Intermarket read (quick hits)
Breadth & risk-on tells: % of S&P above 200-DMA still >65% = constructive until it breaks below; crypto (BTC/ETH) holding = liquidity not cracking. Breadth in NYSE still expanding, albeit extended. Net buying still trending higher, albeit choppy of late.
Volatility: Getting closer, but still needs VIX > 19.29 intraday /19.50 weekkly close. VXN is further along so > 23.52 weekly close points to ~30.
Rates: Overall chop in 10Y within 4.1–4.5% still goldilocks; 30-Year UST: becomes trouble if it pushes > 5.2%; below that, it’s noise/chop.
yield curve steepener is bigger trigger to watch, not absolute yield prints.
USDJPY: Over 8 weeks of sideways. Descending 200D. Yen carry trade unwind risk low for now despite multiple BOJ ‘yen interventions’ since February. Needs 145 to trigger US equity risk.
USD & Oil: USD bounce lacks trend reversal properties; still big dollar bear on devaluation, dedollarization, debasement; oil choppy (XLE 86–90 target achieved; likely digestion at 90).
Metals/Miners: Trend-long gold, silver & miners working; Breakout in gold after Trump fired Fed Governor Cook last Monday. Watch for digestion in precious metals after GDX ≈ 67 prior 2011 high (as posted early June); GDXJ “blue sky”catch up trade as discussed past few weeks. BPGDX ~100 → extended but not rolled over yet so looking for macro trigger to cause gold complex to digest/revert to mean.
Stock & index reviews (levels & targets)
NVDA
Key: 172 (neckline/“line in the sand”) gapped below into 169 short price target given last week.
Support: 169 (10-week EMA), 165 (overshoot).
Bounce path: 169 → 173 (gap fill), → 180 if >173 holds.
Breakdown target: ~152 if <172 persists (gap-down follow-through after bounce).
Context: H&S after earnings; China competition as major narrative headwind.
QQQ
Key: 575 (trigger/ short below)
Support: 559 short price target given last week (10-week ≈ 559.54), updated 557 support/risk if weakness extends post-NFP.
Upside: 568.54 daily gap-fill on bounce from 559 before rejection.
Risk tell: VXN > 23.52 → ~30.
SPX / ES
Gamma flip: 6407.
Pivot/defense: 6427; rejection there = lower.
Downside target: 6341 (watch into NFP).
Tape: SPX Put monetization when VIX < 19.5; otherwise falling back below market gets defended.
EBAY
Short from 8/25 from 100 to ~90 (10EMA 88.50) after break at 93.46 / 92.79 led to reversion to 10-week (target hit).
Next: Failed bounces at the 10-week risk a fresh leg lower; reclaim above 93.46 daily close neutralizes short.
Deutsche Bank (DB)
Short from 8/26 on exptended chart pattern, still hasn’t fully mean-reverted.
Magnet: 33.51 (mean).

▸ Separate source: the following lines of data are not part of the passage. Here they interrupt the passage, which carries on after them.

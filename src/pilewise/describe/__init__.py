"""Describe stage: per-cluster summaries and evidence, profiles, rules, names and run comparisons."""
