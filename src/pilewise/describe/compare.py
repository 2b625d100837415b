"""Comparison of two runs: agreement figures, what became of each cluster, and the documents that moved.

Runs are matched on the documents they share (equal ``doc_id``); documents found in only one run are
counted and left out of every figure.
"""

from __future__ import annotations

from collections.abc import Mapping, Sequence
from dataclasses import dataclass, replace
from pathlib import Path
from typing import Any

import numpy as np
from scipy.optimize import linear_sum_assignment
from sklearn.metrics import adjusted_rand_score, homogeneity_completeness_v_measure, normalized_mutual_info_score

from pilewise.describe.runfolders import Assignments, FinishedRun, open_run, read_assignments
from pilewise.errors import PilewiseError

# Thresholds of the readings (our choice; see cluster_fates).
SHARE_MIN = 0.2  # a cluster of the other run is a partner when it holds this share of the members
KEEP_MIN = 0.8  # "kept": one partner holds this share of the members and draws this share of its own from them
MOVED_LISTED = 5_000  # moved documents listed in compare.json; the total is always recorded
MOVED_PER_PAIR = 10  # documents shown for each pair of clusters they moved between; every pair is counted

READINGS_A = ("kept", "split", "merged", "split and merged", "dissolved", "reshaped", "no shared documents")
"""Readings of a cluster of run A: what became of it in run B."""
READINGS_B = ("kept", "merged from", "formed by a split of", "merged from parts of", "new", "reshaped",
              "no shared documents")
"""Readings of a cluster of run B: where it came from in run A (the same tests on the transposed table)."""


@dataclass(frozen=True)
class ClusterFate:
    """What became of one cluster of run A in run B (or where one cluster of B came from in A).

    ``partners`` are the clusters of the other run holding at least SHARE_MIN of this cluster's shared
    members, as (cluster, shared documents, Jaccard of the two member sets over the shared documents),
    most shared documents first. ``text`` says the reading in plain words.
    """

    cluster: int
    reading: str
    partners: tuple[tuple[int, int, float], ...]
    text: str


@dataclass(frozen=True)
class MovedDoc:
    """A shared document whose cluster in B is not the matched partner of its cluster in A."""

    doc_id: str
    cluster_a: int
    headline_a: str
    cluster_b: int
    headline_b: str
    title: str = ""  # the title in run B (else A); "" when the runs record none
    row_b: int = -1  # its row in run B's assignments.csv (the number of its page in B)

Lose it → deeper channel support.
First Solar (FSLR)
Range thesis: ~220 → ~180 working well. Needs to digest a flattening 200D before it can turn higher with conviction as trend long, recommended at 138.

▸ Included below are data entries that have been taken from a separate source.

def cluster_trends(dates: Sequence[str], labels: np.ndarray, k: int, period: str | None = None,
                   mixed: Sequence[bool] = ()) -> Trends | None:
    """Counts per period and a trend reading for each of the k clusters; None when no date can be read.

    ``dates[i]`` and ``labels[i]`` belong to document i (every copy of a text counts, as everywhere).
    ``mixed[c]`` marks a cluster without a common theme, whose trend gets a caution.
    """
    days, undated, unreadable = parse_dates(dates)
    known = ~np.isnat(days)
    dated = DatedCounts(days[known], np.asarray(labels)[known], np.ones(int(known.sum()), dtype=np.int64),
                        undated, unreadable)
    return counted_trends(dated, k, period, mixed)


def counted_trends(dated: DatedCounts, k: int, period: str | None = None,
                   mixed: Sequence[bool] = ()) -> Trends | None:
    """`cluster_trends` from documents already counted per (day, cluster); None when none is dated."""
    held = np.asarray(dated.counts) > 0
    days, cluster_of, weight = dated.days[held], np.asarray(dated.labels)[held], np.asarray(dated.counts)[held]
    if not held.any():
        return None
    chosen_by = "--period" if period else "span"
    period = period or choose_period(days.min(), days.max())
    starts_of_docs = period_starts(days, period)
    starts = _all_starts(starts_of_docs.min(), starts_of_docs.max(), period)
    position = np.searchsorted(starts, starts_of_docs)
    table = np.zeros((k, starts.size), dtype=np.int64)
    np.add.at(table, (cluster_of, position), weight)
    totals = table.sum(axis=0)
    latest = slice(starts.size - max(1, math.ceil(starts.size / 4)), None)
    background = totals[latest].sum() / max(1, totals.sum())
    tests: dict[int, tuple[float, float]] = {}
    for c in range(k):
        if table[c].sum() >= MIN_DATED and np.count_nonzero(totals) >= MIN_PERIODS:
            tests[c] = cochran_armitage(table[c], totals)
    adjusted = dict(zip(tests, adjust_p_values([p for _, p in tests.values()]), strict=True))
    clusters = []
    for c in range(k):
        members = int(table[c].sum())
        latest_share = float(table[c, latest].sum() / members) if members else 0.0
        z, p = tests.get(c, (None, None))
        q = float(adjusted[c]) if c in adjusted else None
        change = fitted_share_change(table[c], totals) if c in tests else None
        clusters.append(ClusterTrend(
            reading=_reading(z, q, latest_share, background, tested=c in tests, change=change),
            periods=tuple(PeriodCount(str(start), int(count), float(count / total) if total else 0.0)
                          for start, count, total in zip(starts, table[c], totals, strict=True)),
            dated=members, latest_share=latest_share, z=z, p_value=p, q_value=q, share_change=change,
            caution=MIXED_CAUTION if c < len(mixed) and mixed[c] else "",
            fitted_shares=fitted_share_ends(table[c], totals) if c in tests else None,
        ))
    return Trends(period, chosen_by, tuple(str(s) for s in starts), tuple(int(t) for t in totals), tuple(clusters),
                  dated=int(weight.sum()), undated=dated.undated, unreadable=dated.unreadable)


def _reading(z: float | None, q: float | None, latest_share: float, background: float, *, tested: bool,
             change: float | None = None) -> str:
    if not tested or z is None or q is None:
        return "too few"
    if latest_share >= NEW_SHARE and background <= NEW_BACKGROUND:
        return "new"
    if q < SIGNIFICANCE and (change is None or abs(change) >= MIN_RELATIVE_CHANGE):
        return "rising" if z > 0 else "falling"
    return "steady"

Structure: Holds > 177–180 for the next up-leg.
Oracle (ORCL)
Recommended in early August as channel play for theta-decay short: 248 to 218.
Key level: <218 weekly close keeps pressure on short to 198.
Apple (AAPL)
Recommended long into 221 then as channel play for income harvesting: 237 to 220
GOOGL anti-trust news triggered AAPL spike into 238. Above is bullish; below is more channel chop.
Event Risk (Sep 9)
BABA
Recommended long since early 2024.
Has been constructive >117, now 126.80; prior high/overhead ~148.

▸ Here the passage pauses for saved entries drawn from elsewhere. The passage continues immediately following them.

"""Short excerpts of a text for lists: whitespace folded, cut at a word boundary, an ellipsis where cut.

Where a cut may fall follows the spirit of Unicode's line-breaking rules (UAX #14): after a space, and
between two ideographs or kana (scripts written without spaces); never inside a grapheme cluster
(UAX #29), so a combining mark, a variation selector or a zero-width joiner stays with its base.
"""

from __future__ import annotations

import unicodedata

ELLIPSIS = "…"
_JOINERS = {"\u200c", "\u200d"}  # zero-width non-joiner and joiner: part of the cluster around them


def clip_text(text: str, limit: int) -> str:
    """`text` with whitespace runs folded to one space, cut to at most `limit` characters.

    A cut text ends with an ellipsis (counted in `limit`) after the last whole word that fits. A
    single word longer than half the room is cut inside, at a grapheme boundary, so that a long URL
    or identifier still shows its start.

    Parameters
    ----------
    text : str
        Any text; it is not escaped (the templates do that).
    limit : int
        Largest length of the result in characters (code points), at least 2.

    Returns
    -------
    str
        The folded text itself when it fits, else a prefix ending in ``…``.
    """
    if limit < 2:
        raise ValueError("limit must be at least 2")
    flat = " ".join(text.split())
    if len(flat) <= limit:
        return flat
    room = limit - len(ELLIPSIS)
    cut = _word_cut(flat, room)
    if cut == 0 or cut < room // 2:  # one long word (or a long run without breaks): cut inside it
        cut = _grapheme_cut(flat, room)
    return flat[:cut].rstrip() + ELLIPSIS


def _word_cut(flat: str, room: int) -> int:
    """The last position at or before `room` where a line may break (0 when none)."""
    for i in range(room, 0, -1):
        if flat[i] == " " or flat[i - 1] == " ":
            return i
        if _wide(flat[i - 1]) and _wide(flat[i]) and not _extends(flat[i]):
            return i
    return 0


def _grapheme_cut(flat: str, room: int) -> int:
    """`room`, moved back so that no combining mark, joiner or selector is split from its base."""
    cut = room
    while cut > 0 and (_extends(flat[cut]) or flat[cut - 1] in _JOINERS):
        cut -= 1
    return cut  # 0 when even the first cluster does not fit: the ellipsis alone


def _extends(ch: str) -> bool:
    """A character that belongs to the grapheme cluster before it (UAX #29 Extend, ZWJ, spacing marks)."""
    return (unicodedata.category(ch) in ("Mn", "Me", "Mc") or ch in _JOINERS
            or "\ufe00" <= ch <= "\ufe0f" or "\U000e0100" <= ch <= "\U000e01ef")


def _wide(ch: str) -> bool:
    """An ideograph, kana or hangul syllable: scripts where a break may fall between two characters."""
    return unicodedata.east_asian_width(ch) in ("W", "F") and unicodedata.category(ch).startswith("L")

Gap-up digestion expected; CN > US rotation tailwind.
JD
Early/lagging; explosive upside potential; support ~30, unhappy < 29.
Trigger: > 32.80 opens → 36 quickly (squeeze setup), but option tactic needs time (Oct $35 earliest; Jan better)
Shanghai Stock Exchange (SSE Composite)
Weekly/monthly structure very strong; momentum lighter than prior cycles, but trend turning up; better beta often in HK names even as SSE rises.